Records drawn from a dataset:
_ _ _ _

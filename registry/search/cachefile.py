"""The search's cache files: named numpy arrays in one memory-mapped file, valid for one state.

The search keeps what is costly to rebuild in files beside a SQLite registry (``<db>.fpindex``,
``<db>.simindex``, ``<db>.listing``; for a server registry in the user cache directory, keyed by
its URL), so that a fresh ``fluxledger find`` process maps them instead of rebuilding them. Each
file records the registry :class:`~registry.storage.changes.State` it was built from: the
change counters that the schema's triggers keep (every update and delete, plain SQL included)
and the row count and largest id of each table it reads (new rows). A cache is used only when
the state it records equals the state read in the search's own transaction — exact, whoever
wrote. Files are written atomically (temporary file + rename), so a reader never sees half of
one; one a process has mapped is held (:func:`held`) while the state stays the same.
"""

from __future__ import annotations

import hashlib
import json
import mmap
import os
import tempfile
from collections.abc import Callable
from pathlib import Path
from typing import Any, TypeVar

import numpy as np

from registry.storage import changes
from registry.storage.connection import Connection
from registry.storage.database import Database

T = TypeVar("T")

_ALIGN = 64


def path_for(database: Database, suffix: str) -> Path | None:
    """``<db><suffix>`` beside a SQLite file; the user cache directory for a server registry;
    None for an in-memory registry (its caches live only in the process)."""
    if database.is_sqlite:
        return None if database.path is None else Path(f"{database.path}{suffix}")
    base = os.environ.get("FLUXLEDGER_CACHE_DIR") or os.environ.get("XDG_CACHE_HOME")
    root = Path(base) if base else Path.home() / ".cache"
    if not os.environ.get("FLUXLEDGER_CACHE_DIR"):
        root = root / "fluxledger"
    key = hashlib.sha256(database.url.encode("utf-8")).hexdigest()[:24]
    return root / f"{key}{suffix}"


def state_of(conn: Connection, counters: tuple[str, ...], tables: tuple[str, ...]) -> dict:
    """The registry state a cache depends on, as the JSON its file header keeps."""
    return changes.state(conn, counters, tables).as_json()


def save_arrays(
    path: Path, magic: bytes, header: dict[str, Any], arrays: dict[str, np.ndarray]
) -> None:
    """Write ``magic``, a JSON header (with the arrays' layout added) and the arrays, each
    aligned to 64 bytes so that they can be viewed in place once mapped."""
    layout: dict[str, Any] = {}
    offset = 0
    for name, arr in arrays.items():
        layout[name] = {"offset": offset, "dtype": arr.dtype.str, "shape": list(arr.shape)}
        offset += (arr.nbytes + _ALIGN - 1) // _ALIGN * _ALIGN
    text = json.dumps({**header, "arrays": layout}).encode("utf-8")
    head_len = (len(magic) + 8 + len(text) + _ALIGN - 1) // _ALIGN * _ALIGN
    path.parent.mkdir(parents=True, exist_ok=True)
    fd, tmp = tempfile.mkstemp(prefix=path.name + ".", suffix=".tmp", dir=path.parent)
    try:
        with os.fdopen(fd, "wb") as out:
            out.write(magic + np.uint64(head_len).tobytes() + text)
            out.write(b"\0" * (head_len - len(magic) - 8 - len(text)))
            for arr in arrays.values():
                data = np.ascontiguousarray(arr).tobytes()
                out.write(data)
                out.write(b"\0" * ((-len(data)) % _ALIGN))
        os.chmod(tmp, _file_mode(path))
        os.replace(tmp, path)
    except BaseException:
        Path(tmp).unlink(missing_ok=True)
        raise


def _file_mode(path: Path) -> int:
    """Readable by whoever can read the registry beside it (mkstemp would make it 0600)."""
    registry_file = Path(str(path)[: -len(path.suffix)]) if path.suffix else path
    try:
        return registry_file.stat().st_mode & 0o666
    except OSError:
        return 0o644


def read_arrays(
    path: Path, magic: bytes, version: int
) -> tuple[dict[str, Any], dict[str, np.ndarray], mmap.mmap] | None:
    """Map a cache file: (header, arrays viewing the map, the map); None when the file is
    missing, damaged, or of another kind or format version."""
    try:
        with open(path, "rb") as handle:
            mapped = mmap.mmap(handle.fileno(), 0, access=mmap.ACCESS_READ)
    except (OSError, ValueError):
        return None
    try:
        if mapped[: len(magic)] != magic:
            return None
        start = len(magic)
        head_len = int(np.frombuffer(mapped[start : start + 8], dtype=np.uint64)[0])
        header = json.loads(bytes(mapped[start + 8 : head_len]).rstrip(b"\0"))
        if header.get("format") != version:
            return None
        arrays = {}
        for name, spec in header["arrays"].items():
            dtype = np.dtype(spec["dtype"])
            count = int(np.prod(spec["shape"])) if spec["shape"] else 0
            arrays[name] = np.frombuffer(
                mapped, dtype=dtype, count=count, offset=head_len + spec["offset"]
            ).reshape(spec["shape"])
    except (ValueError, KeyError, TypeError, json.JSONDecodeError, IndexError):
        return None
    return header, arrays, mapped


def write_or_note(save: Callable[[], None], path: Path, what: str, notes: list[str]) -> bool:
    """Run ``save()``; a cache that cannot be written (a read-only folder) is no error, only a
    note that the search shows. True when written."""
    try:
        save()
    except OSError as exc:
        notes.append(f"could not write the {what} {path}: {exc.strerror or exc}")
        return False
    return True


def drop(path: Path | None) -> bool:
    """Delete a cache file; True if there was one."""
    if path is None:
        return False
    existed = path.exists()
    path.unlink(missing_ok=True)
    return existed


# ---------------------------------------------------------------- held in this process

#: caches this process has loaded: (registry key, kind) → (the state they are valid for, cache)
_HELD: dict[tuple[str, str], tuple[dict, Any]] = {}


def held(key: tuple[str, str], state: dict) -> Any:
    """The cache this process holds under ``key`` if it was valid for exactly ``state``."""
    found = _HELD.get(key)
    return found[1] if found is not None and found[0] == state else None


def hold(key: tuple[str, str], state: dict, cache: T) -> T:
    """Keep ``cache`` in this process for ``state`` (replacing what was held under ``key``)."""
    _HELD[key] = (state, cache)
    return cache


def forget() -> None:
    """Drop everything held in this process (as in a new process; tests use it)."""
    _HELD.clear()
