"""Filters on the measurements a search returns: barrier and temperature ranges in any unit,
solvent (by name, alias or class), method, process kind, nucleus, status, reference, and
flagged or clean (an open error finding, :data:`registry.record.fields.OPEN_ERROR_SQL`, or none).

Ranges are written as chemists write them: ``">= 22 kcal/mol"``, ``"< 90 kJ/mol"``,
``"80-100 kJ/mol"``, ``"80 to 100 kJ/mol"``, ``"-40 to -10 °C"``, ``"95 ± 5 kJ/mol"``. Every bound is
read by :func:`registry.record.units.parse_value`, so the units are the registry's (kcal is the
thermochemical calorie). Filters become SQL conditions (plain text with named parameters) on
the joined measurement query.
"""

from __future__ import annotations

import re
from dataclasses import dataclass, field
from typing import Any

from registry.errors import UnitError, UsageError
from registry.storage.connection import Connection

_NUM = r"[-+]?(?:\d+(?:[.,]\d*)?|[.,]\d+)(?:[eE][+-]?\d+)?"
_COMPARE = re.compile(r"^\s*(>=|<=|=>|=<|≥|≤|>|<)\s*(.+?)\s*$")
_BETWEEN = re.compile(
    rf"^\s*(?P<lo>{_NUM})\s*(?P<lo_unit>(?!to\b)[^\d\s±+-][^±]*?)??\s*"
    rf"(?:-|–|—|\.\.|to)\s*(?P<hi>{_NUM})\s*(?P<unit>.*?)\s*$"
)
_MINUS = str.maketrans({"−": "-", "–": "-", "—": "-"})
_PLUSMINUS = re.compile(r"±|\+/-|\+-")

_ _ _ _

### AIM OF THE EXERCISE
When you reach the line with "out.write(data)" in the records above, start writing out lines exactly, and stop once the line with "except OSError as" has been written; include nothing else.

### EXERCISE RESPONSE
                out.write(data)
                out.write(b"\0" * ((-len(data)) % _ALIGN))
        os.chmod(tmp, _file_mode(path))
        os.replace(tmp, path)
    except BaseException:
        Path(tmp).unlink(missing_ok=True)
        raise


def _file_mode(path: Path) -> int:
    """Readable by whoever can read the registry beside it (mkstemp would make it 0600)."""
    registry_file = Path(str(path)[: -len(path.suffix)]) if path.suffix else path
    try:
        return registry_file.stat().st_mode & 0o666
    except OSError:
        return 0o644


def read_arrays(
    path: Path, magic: bytes, version: int
) -> tuple[dict[str, Any], dict[str, np.ndarray], mmap.mmap] | None:
    """Map a cache file: (header, arrays viewing the map, the map); None when the file is
    missing, damaged, or of another kind or format version."""
    try:
        with open(path, "rb") as handle:
            mapped = mmap.mmap(handle.fileno(), 0, access=mmap.ACCESS_READ)
    except (OSError, ValueError):
        return None
    try:
        if mapped[: len(magic)] != magic:
            return None
        start = len(magic)
        head_len = int(np.frombuffer(mapped[start : start + 8], dtype=np.uint64)[0])
        header = json.loads(bytes(mapped[start + 8 : head_len]).rstrip(b"\0"))
        if header.get("format") != version:
            return None
        arrays = {}
        for name, spec in header["arrays"].items():
            dtype = np.dtype(spec["dtype"])
            count = int(np.prod(spec["shape"])) if spec["shape"] else 0
            arrays[name] = np.frombuffer(
                mapped, dtype=dtype, count=count, offset=head_len + spec["offset"]
            ).reshape(spec["shape"])
    except (ValueError, KeyError, TypeError, json.JSONDecodeError, IndexError):
        return None
    return header, arrays, mapped


def write_or_note(save: Callable[[], None], path: Path, what: str, notes: list[str]) -> bool:
    """Run ``save()``; a cache that cannot be written (a read-only folder) is no error, only a
    note that the search shows. True when written."""
    try:
        save()
    except OSError as exc:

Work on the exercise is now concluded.